"Is there any exact, i.e. numerical, definition for sparsity?" And by numerical, I understand both computable, and practically "usable". My take is that: not yet, as least, there is no consensus, yet there are some worthy contenders. The first option "count only non zero terms" is precise, but inefficient (sensitive to numerical approximation and noise, and very complex to optimize). The second option "most elements of a signal are zero or close to zero" is rather imprecise, either on "most" and "close to".
So "an exact measure of sparsity" remains elusive, without more formal aspects.
One recent attempt to define sparsity performed in Hurley and Rickard, 2009 Comparing Measures of Sparsity, IEEE Transactions on Information Theory.
Their idea is to provide a set of axioms that a good sparsity measure ought to fulfill; for instance, a signal $x$ multiplied by a non zero constant, $\alpha x$, should have the same sparsity. In other terms, a sparsity measure should be $0$-homogeneous. Funnily, the $\ell_1$ proxy in compressive sensing, or in lasso regression is $1$-homogeneous. This is indeed the case for every norm or quasi-norm $\ell_p$, even if they tend to the (non-robust) count measure $\ell_0$ as $p\to 0$.
So they detail their six axioms, performed computations, borrowed from wealth analysis:
- Robin Hood (take from the rich, give to the poor reduces sparsity),
- Scaling (constant multiplication preserves sparsity),
- Rising Tide (adding the same non zero account reduces sparsity),
- Cloning (duplicating data preserves sparsity),
- Bill Gates (One man getting richer increases sparsity),
- Babies (adding zero values increases sparsity)
and probe known measures against them, revealing that the Gini index and some norm or quasi-norm ratios could be good candidates (for the latter, some details are provided in Euclid in a Taxicab: Sparse Blind Deconvolution with Smoothed $\ell_1/\ell_2$ Regularization, 2005, IEEE Signal Processing Letters). I sense that this initial work ought to be further developed (stay tune at SPOQ, Smoothed $p$ over $q$ $\ell_p/\ell_q$ quasi-norms/norms ratios). Because for a signal $x$, $0< p\le q$, the norm ratio inequality yields:
$$ 1\le \frac{\ell_p(x)}{\ell_q(x)}\le \ell_0(x)^{1/p-1/q}$$
and tends to $1$ (left-hand side, LHS) when $x$ is sparse, and to the right-hand side (RHS) when not. This work is published in 2020 as SPOQ: smooth ℓp-Over-ℓq Regularization for Sparse Signal Recovery applied to Mass Spectrometry (arxiv preprint, SPOQ published paper, IEEE Transactions on Signal Processing, 2020 and Matlab toolbox).

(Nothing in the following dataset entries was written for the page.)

import { bodyEffectSlope } from './threshold.js';

/**
 * Subthreshold slope factor n at a source–body voltage: n = 1 + Cdep/Cox = 1 + γ/(2·√(2φF + VSB))
 * (Tsividis & McAndrew 2011, ch. 4). A process that gives n (at VSB = 0) keeps that value's VSB law:
 * n(VSB) = 1 + (n − 1)·√(2φF/(2φF + VSB)), because Cdep falls as 1/√(2φF + VSB). So gmb/gm = n − 1 at
 * every VSB, and the gm/ID ceiling 1/(n·UT) of a stacked device rises as its n falls. Held constant in temperature.
 */
export function slopeFactor(params: { readonly gamma: number; readonly twoPhiF: number; readonly n?: number }, vsb: number): number {
  if (params.n === undefined) return 1 + bodyEffectSlope(params.gamma, params.twoPhiF, vsb);
  return 1 + (params.n - 1) * Math.sqrt(params.twoPhiF / (params.twoPhiF + vsb));
}
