import { cornerNames, type Process } from '../schemas/process.js';

/**
 * The slowest corner raises the threshold of both polarities most (then lowers kp most); the fastest the
 * opposite, and it is where off currents are highest. TT counts as a corner with no shift.
 */
export function extremeCorner(process: Pick<Process, 'corners'>, which: 'slowest' | 'fastest'): string {
  const sign = which === 'slowest' ? 1 : -1;
  const score = (name: string) => {
    const corner = process.corners.find((c) => c.name === name);
    const dvt = corner ? corner.nmos.dvt + corner.pmos.dvt : 0;
    const kp = corner ? corner.nmos.kpScale + corner.pmos.kpScale : 2;
    return { dvt: sign * dvt, kp: -sign * kp };
  };
  return cornerNames(process).reduce((best, name) => {
    const [a, b] = [score(name), score(best)];
    return a.dvt > b.dvt || (a.dvt === b.dvt && a.kp > b.kp) ? name : best;
  });
}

However, a sound measure of sparsity does not tell you whether the transformed data is sufficiently sparse, or not, for your purpose.
Finally, another concept used in compressive sensing is that of the compressibility of signals, where the re-ordered (descending order) coefficient magnitudes $c_{(k)}$ follow a power law $C_\alpha .(k)^{-\alpha}$, and the bigger the $\alpha$, the sharper the decay.